I drove across the state last week to visit friends and family in Wilmington, North Carolina. Nick and I owned a house in the quaint little beach town for nine years, purchased during his one season of American Gothic in 1995. I hated Los Angeles back then and felt so strongly that Chloe grow up in a “normal” environment, close to family, that I jumped at the chance to live in North Carolina. So Chloe ended up spending about half of her childhood in NC and half in LA. Until Chloe started tenth grade at Harvard Westlake, we were truly bi-coastal, spending a year or two in Burbank, then hightailing it back to North Carolina. I regret putting Chloe through all that upheaval, even though she adjusted like a champ each time. But I don’t suppose I could change those choices without changing the chance of meeting Omar in Wilmington.
Driving around town for three days brought back so many memories.

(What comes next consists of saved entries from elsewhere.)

import { randomUUID } from 'node:crypto';
import { describe, expect, it } from 'vitest';
import { apiFixture, type TestUser } from '../support/api';
import { scenarioDoc } from '../support/scenario-doc';

const api = apiFixture();

async function personalSet(user: TestUser) {
  const res = await api.as(user).post('/api/sets', { name: 'My set' });
  expect(res.status).toBe(201);
  return res.body.set.id as string;
}

const push = (user: TestUser, mutations: object[]) =>
  api.as(user).post('/api/sync/push', { mutations });

describe('sync (the push and pull contract and promises 2–4 of src/contracts/sync.ts)', () => {
  it('creates, updates, refuses a stale base with the server document, and lists the revisions', async () => {
    const u = await api.user('sync-basic');
    const setId = await personalSet(u);
    const id = randomUUID();
    const create = await push(u, [
      {
        mutationId: randomUUID(),
        scenarioId: id,
        setId,
        baseRevision: 0,
        document: scenarioDoc(id, 'v1'),
      },
    ]);
    expect(create.status).toBe(200);
    expect(create.body.results[0]).toMatchObject({ status: 'applied', revision: 1 });
    const update = await push(u, [
      {
        mutationId: randomUUID(),
        scenarioId: id,
        setId,
        baseRevision: 1,
        document: scenarioDoc(id, 'v2'),
      },
    ]);
    expect(update.body.results[0]).toMatchObject({ status: 'applied', revision: 2 });
    // someone still on revision 1
    const stale = await push(u, [
      {
        mutationId: randomUUID(),
        scenarioId: id,
        setId,
        baseRevision: 1,
        document: scenarioDoc(id, 'v2-other'),
      },
    ]);
    expect(stale.body.results[0].status).toBe('conflict');
    expect(stale.body.results[0].current).toMatchObject({ revision: 2, document: { name: 'v2' } });
    const history = await api.as(u).get(`/api/scenarios/${id}/revisions`);
    expect(history.status).toBe(200);
    expect(
      history.body.revisions.map((r: { revision: number; document: { name: string } }) => [
        r.revision,
        r.document.name,
      ]),
    ).toEqual([
      [2, 'v2'],
      [1, 'v1'],
    ]);
    expect(history.body.revisions[0].author).toBe('sync-basic');
  });

  it('applies a retried mutation once and answers the retry with the first result', async () => {
    const u = await api.user('sync-retry');
    const setId = await personalSet(u);
    const id = randomUUID();
    const m = {
      mutationId: randomUUID(),
      scenarioId: id,
      setId,
      baseRevision: 0,
      document: scenarioDoc(id),
    };
    const [a, b] = await Promise.all([push(u, [m]), push(u, [m])]);
    const again = await push(u, [m]);
    for (const r of [a, b, again])
      expect(r.body.results[0]).toMatchObject({ status: 'applied', revision: 1 });
    const history = await api.as(u).get(`/api/scenarios/${id}/revisions`);
    expect(history.body.revisions).toHaveLength(1);
  });

  it('pulls changes since a cursor, tombstones after a delete, and nothing new after the last cursor', async () => {
    const u = await api.user('sync-pull');
    const setId = await personalSet(u);
    const first = await api.as(u).get('/api/sync/pull?since=0');
    expect(first.body.sets.map((s: { id: string }) => s.id)).toContain(setId);
    const ids = [randomUUID(), randomUUID()];
    await push(
      u,
      ids.map((id) => ({
        mutationId: randomUUID(),
        scenarioId: id,
        setId,
        baseRevision: 0,
        document: scenarioDoc(id),
      })),
    );
    const second = await api.as(u).get(`/api/sync/pull?since=${first.body.cursor}`);
    expect(second.body.changes.map((c: { scenarioId: string }) => c.scenarioId).sort()).toEqual(
      [...ids].sort(),
    );
    const del = await push(u, [
      { mutationId: randomUUID(), scenarioId: ids[0], setId, baseRevision: 1, deleted: true },
    ]);
    expect(del.body.results[0]).toMatchObject({ status: 'applied', revision: 2 });
    const third = await api.as(u).get(`/api/sync/pull?since=${second.body.cursor}`);
    expect(third.body.changes).toEqual([
      expect.objectContaining({ scenarioId: ids[0], revision: 2, document: null }),
    ]);
    const fourth = await api.as(u).get(`/api/sync/pull?since=${third.body.cursor}`);
    expect(fourth.body.changes).toEqual([]);
    expect(fourth.body.cursor).toBe(third.body.cursor);
  });

  it('never skips a change behind the cursor when writes to one desk interleave (cursor-skip trap)', async () => {
    const u = await api.user('sync-race');
    const setId = await personalSet(u);
    let cursor = '0';
    const seen = new Set<string>();
    const written: string[] = [];
    for (let round = 0; round < 5; round++) {
      const ids = Array.from({ length: 8 }, () => randomUUID());
      written.push(...ids);
      // eight concurrent pushes and a pull racing them
      const pulls = api.as(u).get(`/api/sync/pull?since=${cursor}`);
      await Promise.all(
        ids.map((id) =>
          push(u, [
            {
              mutationId: randomUUID(),
              scenarioId: id,
              setId,
              baseRevision: 0,
              document: scenarioDoc(id),
            },
          ]),
        ),
      );
      const p = await pulls;
      for (const c of p.body.changes) seen.add(c.scenarioId);
      cursor = p.body.cursor;
    }
    const last = await api.as(u).get(`/api/sync/pull?since=${cursor}`);
    for (const c of last.body.changes) seen.add(c.scenarioId);
    expect(written.filter((id) => !seen.has(id))).toEqual([]);
  });

  it('refuses bad input with a 400 naming the field, and an invalid document inside a push', async () => {
    const u = await api.user('sync-bad');
    const setId = await personalSet(u);
    const noList = await api.as(u).post('/api/sync/push', { mutations: [] });
    expect(noList.status).toBe(400);
    expect(noList.body.error.path).toBe('body.mutations');
    const badCursor = await api.as(u).get('/api/sync/pull?since=not-a-cursor');
    expect(badCursor.status).toBe(400);
    expect(badCursor.body.error.path).toBe('query.since');
    const id = randomUUID();
    const doc = { ...scenarioDoc(id), market: { spot: -1, rate: 0.01, dividendYield: 0 } };
    const invalid = await push(u, [
      { mutationId: randomUUID(), scenarioId: id, setId, baseRevision: 0, document: doc },
    ]);
    expect(invalid.body.results[0].status).toBe('invalid');
    expect(invalid.body.results[0].error).toMatch(/^document\.market\.spot/);
  });
});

When I arrived last Thursday, I parked all my stuff at my friend Bonnie’s house and spent most of my time driving from place to place to meet friends for meals. Breakfast with my friend, Carol, on one side of town, lunch with my dance friend, Anne, on the other, back to Bonnie’s for dinner. Donna’s Yoga class followed by lunch downtown. I tooled around in my rental car, taking my time, noticing the ways in which the town had changed and the ways in which it was the same. I pointed out sites to myself as I drove around, thinking, “Oh, there’s where Chloe got her braces put on,” and “I can’t believe that huge Mayfaire shopping center was a horse pasture when we first moved here,” and “That’s the church were Omar got kicked out of preschool for hitting and biting.”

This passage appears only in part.